Ms. Desai said she had received more than 200 posts of an extremely offensive nature — several among them threats to her life — since Friday last week on her Facebook page threatening her with dire consequences if she attempted to visit Sabarimala. “Since I approved of the SC verdict and announced my decision to visit the temple, I have been bombarded with a continuous stream of death threats and expletives. My fake pictures are circulating on social media in a bid to tarnish my reputation. While I have received threats in the past, the magnitude and the incessant profanities in the posts this time is appalling,” Ms. Desai told The Hindu .
She said she would be requesting the Pune Commissioner of Police to grant her protection in Pune as well as during her visit to the temple in Kerala.
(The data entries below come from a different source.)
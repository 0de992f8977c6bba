import { ChangeDetectionStrategy, Component, input } from '@angular/core';
import { MatButton } from '@angular/material/button';
import { RouterLink } from '@angular/router';
import { NoPermission } from '../ui/states/no-permission';

/** Stands at the address of an area that the person may not see. */
@Component({
  selector: 'qr-forbidden-page',
  imports: [MatButton, NoPermission, RouterLink],
  template: `
    <div class="page">
      <h1 class="unseen">Not open to you</h1>
      <qr-no-permission class="sheet" [who]="who()">
        <a matButton="outlined" routerLink="/">Go to your first station</a>
      </qr-no-permission>
    </div>
  `,
  changeDetection: ChangeDetectionStrategy.OnPush,
})
export class ForbiddenPage {
  /** Who may, as a sentence; comes from the route. */
  readonly who = input.required<string>();
}
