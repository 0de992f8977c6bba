import { Worker } from 'node:worker_threads';

/** What a thread is asked, and what it answers: a result, or why there is none. */
export interface Question<Task> {
  id: number;
  task: Task;
}
export type Answer<Result, Failure> =
  { id: number; result: Result } | { id: number; refused: Failure } | { id: number; failure: string };

interface Waiting<Result> {
  resolve(result: Result): void;
  reject(error: unknown): void;
}

/**
 * A worker thread with the questions it has not answered yet; it is started when it is first needed, and anew after it
 * failed.
 *
 * @param refusal makes the error of a task that the thread refuses, out of what it says of it
 */
export class WorkerThread<Task, Result, Failure = never> {
  private worker: Worker | undefined;
  private readonly waiting = new Map<number, Waiting<Result>>();
  private asked = 0;

  constructor(
    private readonly url: URL,
    private readonly refusal: (failure: Failure) => Error = () => new Error('The thread refused its task.'),
  ) {}

  ask(task: Task): Promise<Result> {
    const id = ++this.asked;
    return new Promise((resolve, reject) => {
      this.waiting.set(id, { resolve, reject });
      this.running().postMessage({ id, task } satisfies Question<Task>);
    });
  }

  async close(): Promise<void> {
    await this.worker?.terminate();
  }

  private running(): Worker {
    if (this.worker) return this.worker;
    const worker = new Worker(this.url);
    worker.on('message', (answer: Answer<Result, Failure>) => this.settle(answer));
    worker.on('error', (error) => this.stop(worker, error));
    worker.on('exit', () => this.stop(worker, new Error('The thread has stopped.')));
    this.worker = worker;
    return worker;
  }

  private settle(answer: Answer<Result, Failure>): void {
    const waiting = this.waiting.get(answer.id);
    this.waiting.delete(answer.id);
    if ('failure' in answer) waiting?.reject(new Error(answer.failure));
    else if ('refused' in answer) waiting?.reject(this.refusal(answer.refused));
    else waiting?.resolve(answer.result);
  }

  private stop(worker: Worker, error: unknown): void {
    // A worker that failed says so twice, the second time when its successor may already be at work.
    if (worker !== this.worker) return;
    this.worker = undefined;
    for (const waiting of this.waiting.values()) waiting.reject(error);
    this.waiting.clear();
  }
}
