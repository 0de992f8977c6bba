import { ChangeDetectionStrategy, Component, computed, input } from '@angular/core';
import { RouterLink } from '@angular/router';
import { type Budget, type BudgetReading } from '#shared/contract/budgets';
import { AS_FOUND_TITLES } from '#shared/contract/calibrations';
import { INSTRUMENT_KIND_TITLES, listInstruments } from '#shared/contract/instruments';
import { accuracyText, resolutionText } from '#shared/uncertainty/accuracy-text';
import { may } from '../../session/may';
import { entryWords } from '../../ui/values/entry-words';
import { MomentPipe } from '../../ui/values/moment-pipe';
import { readingText } from '../../ui/values/reading-text';
import { uncertaintyText } from '../../ui/values/uncertainty-text';
import { inputTitle } from './budget-words';

/** The readings that a budget rests on: how each was taken, on which range, and the calibration that held then. */
@Component({
  selector: 'qr-budget-sources',
  imports: [MomentPipe, RouterLink],
  template: `
    @for (reading of readings(); track reading.id) {
      <section class="sheet pad">
        <h2>
          {{ reading.title }}
          <span class="num">{{ reading.value }}</span>
        </h2>
        <dl class="kv">
          @if (reading.typed) {
            <dt>As entered</dt>
            <dd>{{ reading.typed }}</dd>
          }
          <dt>Taken</dt>
          <dd>{{ reading.takenAt | moment: 'full' }}, {{ reading.by }}</dd>
          @if (reading.kept) {
            <dt>U kept with it</dt>
            <dd class="num">{{ reading.kept }}</dd>
          }
          @if (reading.instrument; as instrument) {
            <dt>Instrument</dt>
            <dd>
              @if (mayOpen()) {
                <a class="link" [routerLink]="['/instruments', instrument.id]">{{ instrument.assetNumber }}</a>
              } @else {
                {{ instrument.assetNumber }}
              }
              {{ kinds[instrument.kind] }}, {{ instrument.description }}
            </dd>
            @if (instrument.range; as range) {
              <dt>Range</dt>
              <dd>{{ range.name }}, {{ resolution(range) }}</dd>
              <dt>Accuracy</dt>
              <dd>{{ accuracy(range) }}</dd>
            }
            <dt>Calibration then</dt>
            @if (instrument.calibration; as calibration) {
              <dd>
                {{ calibration.certificateNumber }} of {{ calibration.calibratedOn }}, {{ calibration.laboratory }}, due
                {{ calibration.dueOn }}; as found: {{ asFound[calibration.asFound].toLowerCase() }}
              </dd>
            } @else {
              <dd class="quiet">none recorded before this reading</dd>
            }
          } @else {
            <dt>Instrument</dt>
            <dd class="quiet">none named</dd>
          }
        </dl>
      </section>
    }
  `,
  styles: `
    :host {
      display: grid;
      grid-template-columns: repeat(auto-fit, minmax(min(380px, 100%), 1fr));
      gap: 12px;
    }
    h2 {
      display: flex;
      flex-wrap: wrap;
      gap: 4px 12px;
      justify-content: space-between;
      margin-bottom: 8px;
    }
    dd {
      overflow-wrap: anywhere;
    }
    section {
      break-inside: avoid;
    }
  `,
  changeDetection: ChangeDetectionStrategy.OnPush,
})
export class BudgetSources {
  readonly budget = input.required<Budget>();

  protected readonly mayOpen = may(listInstruments);
  protected readonly kinds = INSTRUMENT_KIND_TITLES;
  protected readonly asFound = AS_FOUND_TITLES;
  protected readonly accuracy = accuracyText;
  protected readonly resolution = resolutionText;
  protected readonly readings = computed(() => this.budget().readings.map((reading) => this.shown(reading)));

  private shown(reading: BudgetReading) {
    const { characteristic, value, expandedUncertainty, takenBy, rack, attempt, withdrawn } = reading;
    const unit = characteristic.kind === 'attribute' ? '' : characteristic.unit;
    const decimals = characteristic.kind === 'attribute' ? 0 : characteristic.decimals;
    const told = [takenBy ?? rack ?? 'a rack', attempt > 1 ? `attempt ${attempt}` : '', withdrawn ? 'taken back' : ''];
    return {
      ...reading,
      title: inputTitle(this.budget(), reading.input) || 'Reading',
      value: readingText(value, unit, decimals),
      typed: entryWords(reading.entry),
      kept: expandedUncertainty === null ? '' : uncertaintyText(expandedUncertainty, unit),
      by: told.filter((part) => part !== '').join(', '),
    };
  }
}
“We have not yet fixed the date for the Sabarimala visit, but it would probably be sometime after Diwali,” she said, adding that she was undeterred by the threats, and was more than ever determined to offer worship at Sabarimala.
Ms. Desai’s highly publicised temple-entry ‘crusades’ over the past few years to demolish gender barriers at shrines across Maharashtra has led to temple trustees opening the inner sanctum of the historic Shani Shingnapur Temple in Ahmednagar district to women in April 2016.
She had also mounted a campaign to seek entry for women in the core area of the Haji Ali Dargah in Mumbai. Ms. Desai had written more than once to the Sabarimala trustees, demanding entry to women of all ages.
“It is patently unjust to debar women for a whole month, owing to their menstruating cycle. We strongly challenge these outmoded notions of purity and deem it a gross injustice to devotees of Lord Ayappa,” Ms. Desai had said in a letter in 2016, exhorting the trustees to take “an historic decision” by ending the gender discrimination once and for all by lifting the ban.
In December last year, she had announced her decision to visit the temple, but called it off owing to a potential law and order situation.